_What you will do_
Go through the records and show each line where the word "createReadingStore" occurs.
-------- Input data
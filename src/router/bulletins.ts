/** Bulletins: their list, a draft in the composer or an issue as it was frozen. */
import type { RouteRecordRaw } from 'vue-router'

export const bulletinRoutes: RouteRecordRaw[] = [
  {
    path: 'bulletins',
    name: 'bulletins',
    component: () => import('../pages/BulletinsPage.vue'),
    meta: { title: 'Bulletins', page: 'bulletins' },
  },
  {
    path: 'bulletins/:id([1-9]\\d*)',
    name: 'bulletin',
    component: () => import('../pages/BulletinPage.vue'),
    meta: { title: 'Bulletin', page: 'bulletins' },
  },
]
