/** Telemetry: stations send their readings in, and hear what is durable. */
import type { IncomingMessage } from 'node:http'
import type { Duplex } from 'node:stream'
import { WebSocketServer } from 'ws'
import type { RawData, WebSocket } from 'ws'
import { heartbeatSeconds, maxFrameBytes, telemetryClose, telemetryProtocol } from '../../shared/wire/telemetry.ts'
import type { Parts } from '../config/parts.ts'
import { createReadingStore, noteConnected } from '../services/readings.ts'
import type { ReadingStore } from '../services/readings.ts'
import { forgetConnections, noteAttempt } from '../services/connections.ts'
import { examineKey } from '../services/stationKeys.ts'
import { Connection } from './telemetry/connection.ts'
import { createPace } from './telemetry/pace.ts'
import type { Pace } from './telemetry/pace.ts'
import type { StreamingStation, Surroundings } from './telemetry/surroundings.ts'
import { refuseUpgrade } from './upgrade.ts'
import type { UpgradeDispatcher } from './upgrade.ts'

const path = '/telemetry'
const mostConnections = 500
const helloWithinMs = 10_000
const beatsBetweenChecks = 4
/** Messages that may wait while a connection is let in. */
const mostEarlyMessages = 50
const closeWithinMs = 2_000

export interface TelemetryOptions extends Pick<Parts, 'bus' | 'clock' | 'logger'> {
  upgrades: UpgradeDispatcher
  heartbeatMs?: number
  betweenCommitsMs?: number
}

export interface Telemetry {
  store: ReadingStore
  stop(): Promise<void>
}

export async function startTelemetry(options: TelemetryOptions): Promise<Telemetry> {
  const { bus, clock, logger, upgrades, heartbeatMs = heartbeatSeconds * 1000 } = options
  const { betweenCommitsMs } = options
  const store = await createReadingStore({ bus, clock, logger, betweenCommitsMs })
  forgetConnections()
  const sockets = new WebSocketServer({ noServer: true, maxPayload: maxFrameBytes, perMessageDeflate: false })
  const connections = new Map<WebSocket, Connection>()
  const streaming = new Map<number, StreamingStation>()
  const paces = new Map<number, Pace>()

  const around: Surroundings = {
    clock,
    bus,
    store,
    paceOf(stationId) {
      const pace = paces.get(stationId) ?? createPace()
      paces.set(stationId, pace)
      return pace
    },
    welcomed(connection) {
      streaming.get(connection.stationId)?.close(telemetryClose.replaced, 'replaced by a newer connection')
      streaming.set(connection.stationId, connection)
      noteConnected(connection.stationId, true)
      bus.publish('link.changed', { stationId: connection.stationId })
      logger.info({ stationId: connection.stationId }, 'a station is connected')
    },
  }

  function accept(request: IncomingMessage, socket: Duplex, head: Buffer): void {
    const offered = (request.headers['sec-websocket-protocol'] ?? '').split(',').map((name) => name.trim())
    if (!offered.includes(telemetryProtocol)) return refuseUpgrade(socket, 400)
    if (sockets.clients.size >= mostConnections) return refuseUpgrade(socket, 503)
    sockets.handleUpgrade(request, socket, head, (websocket) => {
      void serve(websocket, request.headers.authorization ?? '', request.socket.remoteAddress ?? 'unknown')
    })
  }

  /** Messages wait their turn while the one before is worked on, and so does the sender. */
  async function serve(socket: WebSocket, authorization: string, remoteAddress: string): Promise<void> {
    const attempt = noteAttempt({ clock, bus }, remoteAddress)
    let turn: Promise<void> = Promise.resolve()
    let connection: Connection | null = null
    let early = 0
    const inTurn = (work: () => Promise<void>): void => {
      turn = turn.then(work).catch((error: unknown) => {
        logger.warn({ error, stationId: connection?.stationId }, 'a station could not be served')
        socket.close(telemetryClose.tryAgainLater, 'not now')
      })
    }
    const hurry = setTimeout(() => {
      if (!connection?.isStreaming) socket.close(telemetryClose.malformed, 'no hello within 10 s')
    }, helloWithinMs)
    socket.on('error', () => socket.terminate())
    socket.on('close', (code, reason) => {
      clearTimeout(hurry)
      attempt.ended(code, connection?.closeReason ?? reason.toString())
      if (connection) forget(socket, connection, code)
    })
    socket.on('message', (message, isBinary) => {
      if (!connection?.isStreaming && (early += 1) > mostEarlyMessages) {
        return socket.close(telemetryClose.malformed, 'wait for welcome')
      }
      inTurn(async () => connection?.take(bytesOf(message), isBinary))
    })
    inTurn(async () => {
      const [, key = ''] = /^Bearer (\S{1,200})$/.exec(authorization) ?? []
      const examined = await examineKey({ clock }, key)
      attempt.keyExamined(examined)
      if (!examined.holder) return socket.close(telemetryClose.keyRefused, 'the key is unknown or revoked')
      connection = new Connection(socket, examined.holder, around, attempt)
      connections.set(socket, connection)
    })
    return turn
  }

  function forget(socket: WebSocket, connection: Connection, code: number): void {
    connections.delete(socket)
    const { stationId } = connection
    if (streaming.get(stationId) !== connection) return
    streaming.delete(stationId)
    noteConnected(stationId, false)
    bus.publish('link.changed', { stationId })
    logger.info({ stationId, code }, 'a station is gone')
  }

  const check = (connection: Connection): void =>
    void connection.checkStation().catch((error: unknown) => logger.warn({ error }, 'a station could not be checked'))

  let beats = 0
  const heartbeat = setInterval(() => {
    beats += 1
    for (const connection of connections.values()) {
      connection.beat()
      if (beats % beatsBetweenChecks > 0) continue
      check(connection)
    }
  }, heartbeatMs)

  const subscriptions = [
    bus.subscribe('stationKey.revoked', ({ keyId }) => {
      for (const connection of connections.values()) {
        if (connection.key.keyId === keyId) connection.close(telemetryClose.keyRefused, 'the key was revoked')
      }
    }),
    bus.subscribe('station.changed', ({ stationId }) => {
      for (const connection of connections.values()) if (connection.stationId === stationId) check(connection)
    }),
  ]
  const unroute = upgrades.route(path, accept)

  return {
    store,
    async stop() {
      unroute()
      for (const unsubscribe of subscriptions) unsubscribe()
      clearInterval(heartbeat)
      for (const socket of sockets.clients) socket.pause()
      await store.stop()
      await closeAll(sockets)
    },
  }
}

const bytesOf = (message: RawData): Buffer =>
  Buffer.isBuffer(message) ? message : Array.isArray(message) ? Buffer.concat(message) : Buffer.from(message)

/** What is durable has been acknowledged by now; the rest is sent again to the next start. */
async function closeAll(sockets: WebSocketServer): Promise<void> {
  const closed = [...sockets.clients].map(
    (socket) => new Promise<void>((resolve) => socket.once('close', () => resolve())),
  )
  for (const socket of sockets.clients) {
    socket.resume()
    socket.close(telemetryClose.serverRestarts, 'the server stops')
  }
  let timer: NodeJS.Timeout | undefined
  const patience = new Promise((resolve) => (timer = setTimeout(resolve, closeWithinMs)))
  await Promise.race([Promise.all(closed), patience])
  clearTimeout(timer)
  for (const socket of sockets.clients) socket.terminate()
}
----------------
_Answer space_
import { createReadingStore, noteConnected } from '../services/readings.ts'
  const store = await createReadingStore({ bus, clock, logger, betweenCommitsMs })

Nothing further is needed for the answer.